大綱6の「いきいきとだれもが学べる心豊かなまちづくり」について

 次に、大綱6の「いきいきとだれもが学べる心豊かなまちづくり」について、申し上げます。
 教育施策については、平成23年度から新たにスタートする「いきいきとだれもが夢に向かって輝く越谷教育プラン−越谷市教育振興基本計画−」に基づき、基本理念である生涯学習社会の実現を目指し、総合的かつ計画的に推進できるよう教育委員会と連携してまいります。
 学校教育については、特別な配慮を必要とする児童生徒一人ひとりの教育的ニーズに応じて適切な指導を行うため、特別支援教育支援員の増員と効果的な配置に努めるとともに、専門家を学校に派遣することにより、一層きめ細やかな指導の充実を支援してまいります。また、将来にわたり持続可能な社会を築くため、環境行政と学校教育が連携し、次代を担う子どもたちに体験活動を重視した環境教育を推進してまいります。
 学校施設の耐震化については、越谷市学校施設耐震化計画に基づき、これまで平成27年度を完了目標として取り組んでまいりましたが、計画を3年早め、平成24年度完了を目指し、事業の進捗をはかってまいります。平成23年度は、国の平成22年度第1次補正予算などを活用した繰越事業として、延べ 25校43棟の校舎および屋内運動場の耐震補強工事を実施するとともに、耐震補強設計については、11校18棟を行うことにより、全て完了してまいります。
 生涯学習施設の整備については、市民の学習ニーズに対応した豊かな読書活動を支援するため、越谷駅東口再開発ビル内の(仮称)市民活動支援センター内に設置する(仮称)中央図書室の開室に向け、準備を進めてまいります。

後文

 以上、大綱に沿って申し上げましたが、現下の厳しい財政状況の中、これらの施策を着実に推進していくため、より一層、効率的かつ効果的な行財政運営に努めるとともに、第4次越谷市総合振興計画前期基本計画の適正な進行管理を行ってまいります。
 私は、市長就任以来、「安心度埼玉No.1の越谷」と「市民が誇れる越谷」をまちづくりの基本理念としてまいりました。
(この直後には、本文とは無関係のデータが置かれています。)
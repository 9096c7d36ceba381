"""NetCDF-4 (HDF5) files read through h5py: a window costs about the bytes of its chunks.

The NetCDF library identifies a file's format before opening it by reading the file's
first 4 MiB in one call (its magic-number check reads in blocks of that size), far more
than a window of a chunked scene needs. h5py reads only the superblock, the object
headers and attributes, and then the chunks a selection touches.

:func:`open_dataset` presents the root group of a NetCDF-4 file as the NetCDF library
does (dimension names from the dimension scales, the library's bookkeeping attributes
hidden, text attributes as ``str``, one-element attributes as scalars) and lets xarray
decode it as for its ``netcdf4`` engine, so both give the same Dataset. A file that
uses what this reader does not present the same way (no dimension scales, compound,
enum or variable-length types, fixed-length strings longer than one character) gives
None, and the caller opens it through the NetCDF library instead.

h5py is one of the package's dependencies; where it cannot be imported all the same,
:func:`open_dataset` gives None as well.
"""

from __future__ import annotations

from pathlib import Path

import numpy as np
import xarray as xr
from xarray.backends import AbstractDataStore, BackendArray
from xarray.core import indexing

__all__ = ["HDF5_SIGNATURE", "is_hdf5", "open_dataset"]

#: The first 8 bytes of an HDF5 file whose superblock is at offset 0 (NetCDF-4 files).
HDF5_SIGNATURE = b"\x89HDF\r\n\x1a\n"

#: Attributes the NetCDF library keeps for itself and never shows (its reserved names).
_HIDDEN = frozenset({
    "CLASS", "DIMENSION_LIST", "NAME", "REFERENCE_LIST", "_Netcdf4Coordinates",
    "_Netcdf4Dimid", "_NCProperties", "_nc3_strict", "_NCZARR_ATTR", "_nczarr_attr",
    "_ARRAY_DIMENSIONS",
})
#: How the NetCDF library marks a dimension stored without a coordinate variable.
_DIMENSION_ONLY = b"This is a netCDF dimension but not a netCDF variable"
#: Prefix of a variable named like a dimension it is not the coordinate of.
_NON_COORD = "_nc4_non_coord_"


class _Unsupported(Exception):
    """The file uses a feature this reader does not present as the NetCDF library does."""


def is_hdf5(path) -> bool:
    """Whether the file starts with the HDF5 signature (as NetCDF-4 files do).

    Examples
    --------
    >>> import tempfile
    >>> with tempfile.NamedTemporaryFile(suffix=".nc") as f:
    ...     _ = f.write(b"CDF\\x01" + bytes(28)); f.flush()
    ...     is_hdf5(f.name)
    False
    """
    with Path(path).open("rb", buffering=0) as f:  # 8 bytes, not a buffer's worth
        return f.read(len(HDF5_SIGNATURE)) == HDF5_SIGNATURE


def open_dataset(path, *, mask_and_scale: bool = True) -> xr.Dataset | None:
    """Open a NetCDF-4 file through h5py, lazily, with times left undecoded.

    Parameters
    ----------
    path : str or Path
        An HDF5-format file (see :func:`is_hdf5`).
    mask_and_scale : bool
        Apply ``_FillValue``/``missing_value``/``scale_factor``/``add_offset``.

    Returns
    -------
    xarray.Dataset or None
        As ``xarray.open_dataset(path, engine="netcdf4", decode_times=False,
        decode_timedelta=False, mask_and_scale=mask_and_scale)`` gives it; None when
        h5py is not installed or the file needs the NetCDF library (see the module
        docstring). Closing the Dataset closes the file.

    Raises
    ------
    OSError
        When HDF5 cannot open the file (truncated, corrupt, not HDF5).
    """
    try:
        import h5py
    except ImportError:
        return None
    handle = h5py.File(path, "r")
    try:
        store = _Store(handle, str(path))
        ds = xr.open_dataset(store, decode_times=False, decode_timedelta=False,
                             mask_and_scale=mask_and_scale)
    except _Unsupported:
        handle.close()
        return None
    except BaseException:
        handle.close()
        raise
    ds.encoding["source"] = str(path)
    return ds


class _Store(AbstractDataStore):
    """The root group of an open h5py file as xarray's data-store interface."""

    def __init__(self, handle, source: str):
        self._handle, self._source = handle, source
        self._datasets = _root_datasets(handle)

    def get_variables(self):
        return {name.removeprefix(_NON_COORD): self._variable(ds)
                for name, ds in self._datasets if not _is_dimension_only(ds)}

    def get_attrs(self):
        return _attributes(self._handle)

    def get_dimensions(self):
        return {name: ds.shape[0] for name, ds in self._datasets
                if _is_dimension_scale(ds)}

    def get_encoding(self):
        return {"unlimited_dims": {name for name, ds in self._datasets
                                   if _is_dimension_scale(ds) and ds.maxshape[0] is None}}

    def close(self):
        self._handle.close()

    def _variable(self, ds) -> xr.Variable:
        dims = _dimensions(ds, self._handle)
        data = indexing.LazilyIndexedArray(_Array(ds))
        attrs = _attributes(ds)
        if ds.dtype.kind == "S" and "_FillValue" in attrs:
            attrs["_FillValue"] = np.bytes_(attrs["_FillValue"])  # as xarray's netcdf4 store
        encoding = {"dtype": ds.dtype, "source": self._source, "original_shape": ds.shape,
                    "contiguous": ds.chunks is None, "chunksizes": ds.chunks}
        if ds.chunks is not None:
            encoding["preferred_chunks"] = dict(zip(dims, ds.chunks, strict=True))
        return xr.Variable(dims, data, attrs, encoding)


class _Array(BackendArray):
    """Lazy view of one h5py dataset: indexing with slices reads only those chunks."""

    def __init__(self, ds):
        _check_dtype(ds)
        self._ds, self.shape, self.dtype = ds, ds.shape, ds.dtype

    def __getitem__(self, key):
        return indexing.explicit_indexing_adapter(
            key, self.shape, indexing.IndexingSupport.BASIC, self._getitem)

    def _getitem(self, key):
        return np.asarray(self._ds[key], dtype=self.dtype)


def _root_datasets(handle) -> list:
    """(name, dataset) of the root group's datasets in the file's order: variables and
    dimensions (groups and named types are not variables of the root group)."""
    import h5py

    found = ((name, handle.get(name)) for name in handle)
    return [(name, obj) for name, obj in found if isinstance(obj, h5py.Dataset)]


def _check_dtype(ds) -> None:
    """Raise _Unsupported for types the NetCDF library presents differently."""
    import h5py

    dt = ds.dtype
    if h5py.check_enum_dtype(dt) is not None or dt.kind not in "iufS" or (
            dt.kind == "S" and dt.itemsize != 1):
        raise _Unsupported(f"{ds.name}: type {dt}")


def _is_dimension_scale(ds) -> bool:
    return _raw_attr(ds, "CLASS") == b"DIMENSION_SCALE"


def _is_dimension_only(ds) -> bool:
    name = _raw_attr(ds, "NAME")
    return isinstance(name, bytes) and name.startswith(_DIMENSION_ONLY)


def _raw_attr(obj, key):
    return obj.attrs[key] if key in obj.attrs else None


def _dimension_name(ds) -> str:
    return ds.name.rsplit("/", 1)[-1]


def _dimensions(ds, handle) -> tuple[str, ...]:
    """Dimension names of a dataset, from its own dimension scale or its
    ``DIMENSION_LIST`` (one scale per axis, as the NetCDF library writes them)."""
    if ds.ndim == 0:
        return ()
    if _is_dimension_scale(ds):
        if ds.ndim != 1:
            raise _Unsupported(f"{ds.name}: a {ds.ndim}-D dimension scale")
        return (_dimension_name(ds),)
    refs = _raw_attr(ds, "DIMENSION_LIST")
    if refs is None or len(refs) != ds.ndim or any(len(r) != 1 for r in refs):
        raise _Unsupported(f"{ds.name}: no dimension scale for every axis")
    return tuple(_dimension_name(handle[r[0]]) for r in refs)


def _attributes(obj) -> dict:
    """The attributes the NetCDF library shows, with its Python types."""
    return {key: _attribute_value(key, obj.attrs[key]) for key in obj.attrs
            if key not in _HIDDEN}


def _attribute_value(key: str, value):
    """An attribute as the NetCDF library's Python interface returns it: text as str
    (NUL characters dropped; a text ``_FillValue`` as bytes), a list of str for several
    strings, a numpy scalar for one number, else a 1-D array.

    Examples
    --------
    >>> _attribute_value("units", np.bytes_(b"dB"))
    'dB'
    >>> _attribute_value("flag_values", np.array([0, 1, 255], np.uint8))
    array([  0,   1, 255], dtype=uint8)
    >>> _attribute_value("scale_factor", np.array([0.5]))
    np.float64(0.5)
    >>> _attribute_value("names", np.array(["a", "b"], dtype=object))
    ['a', 'b']
    """
    import h5py

    if isinstance(value, h5py.Empty):
        if value.dtype.kind in "SO":
            return ""
        return np.array([], dtype=value.dtype)
    if isinstance(value, bytes):
        return bytes(value) if key == "_FillValue" else _text(value)
    if isinstance(value, str):
        return _text(value)
    arr = np.asarray(value)
    if arr.dtype.kind == "O" and all(isinstance(v, (str, bytes)) for v in arr.ravel()):
        texts = [_text(v) for v in arr.ravel()]
        return texts[0] if len(texts) == 1 else texts
    if arr.dtype.kind not in "iuf":
        raise _Unsupported(f"attribute {key}: type {arr.dtype}")
    arr = arr.reshape(-1).astype(arr.dtype.newbyteorder("="), copy=False)
    return arr[0] if arr.size == 1 else arr


def _text(value) -> str:
    if isinstance(value, bytes):
        value = value.decode("utf-8", errors="replace")
    return str(value).replace("\x00", "")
この理念を第4次越谷市総合振興計画に反映させ、将来にわたり、市民の皆さまが安全に、そして安心していきいきと生活することができ、住みやすく、住み続けたいと実感できるまちづくりを目指し、市民の皆さまの声をさらに重視するとともに、「行政は市民のため」という認識を全職員と共有し、一丸となって全力で取り組む所存でございます。
 議員の皆さま、市民の皆さまには、限りないご助言とご指導、そしてご協力を重ねてお願い申し上げます。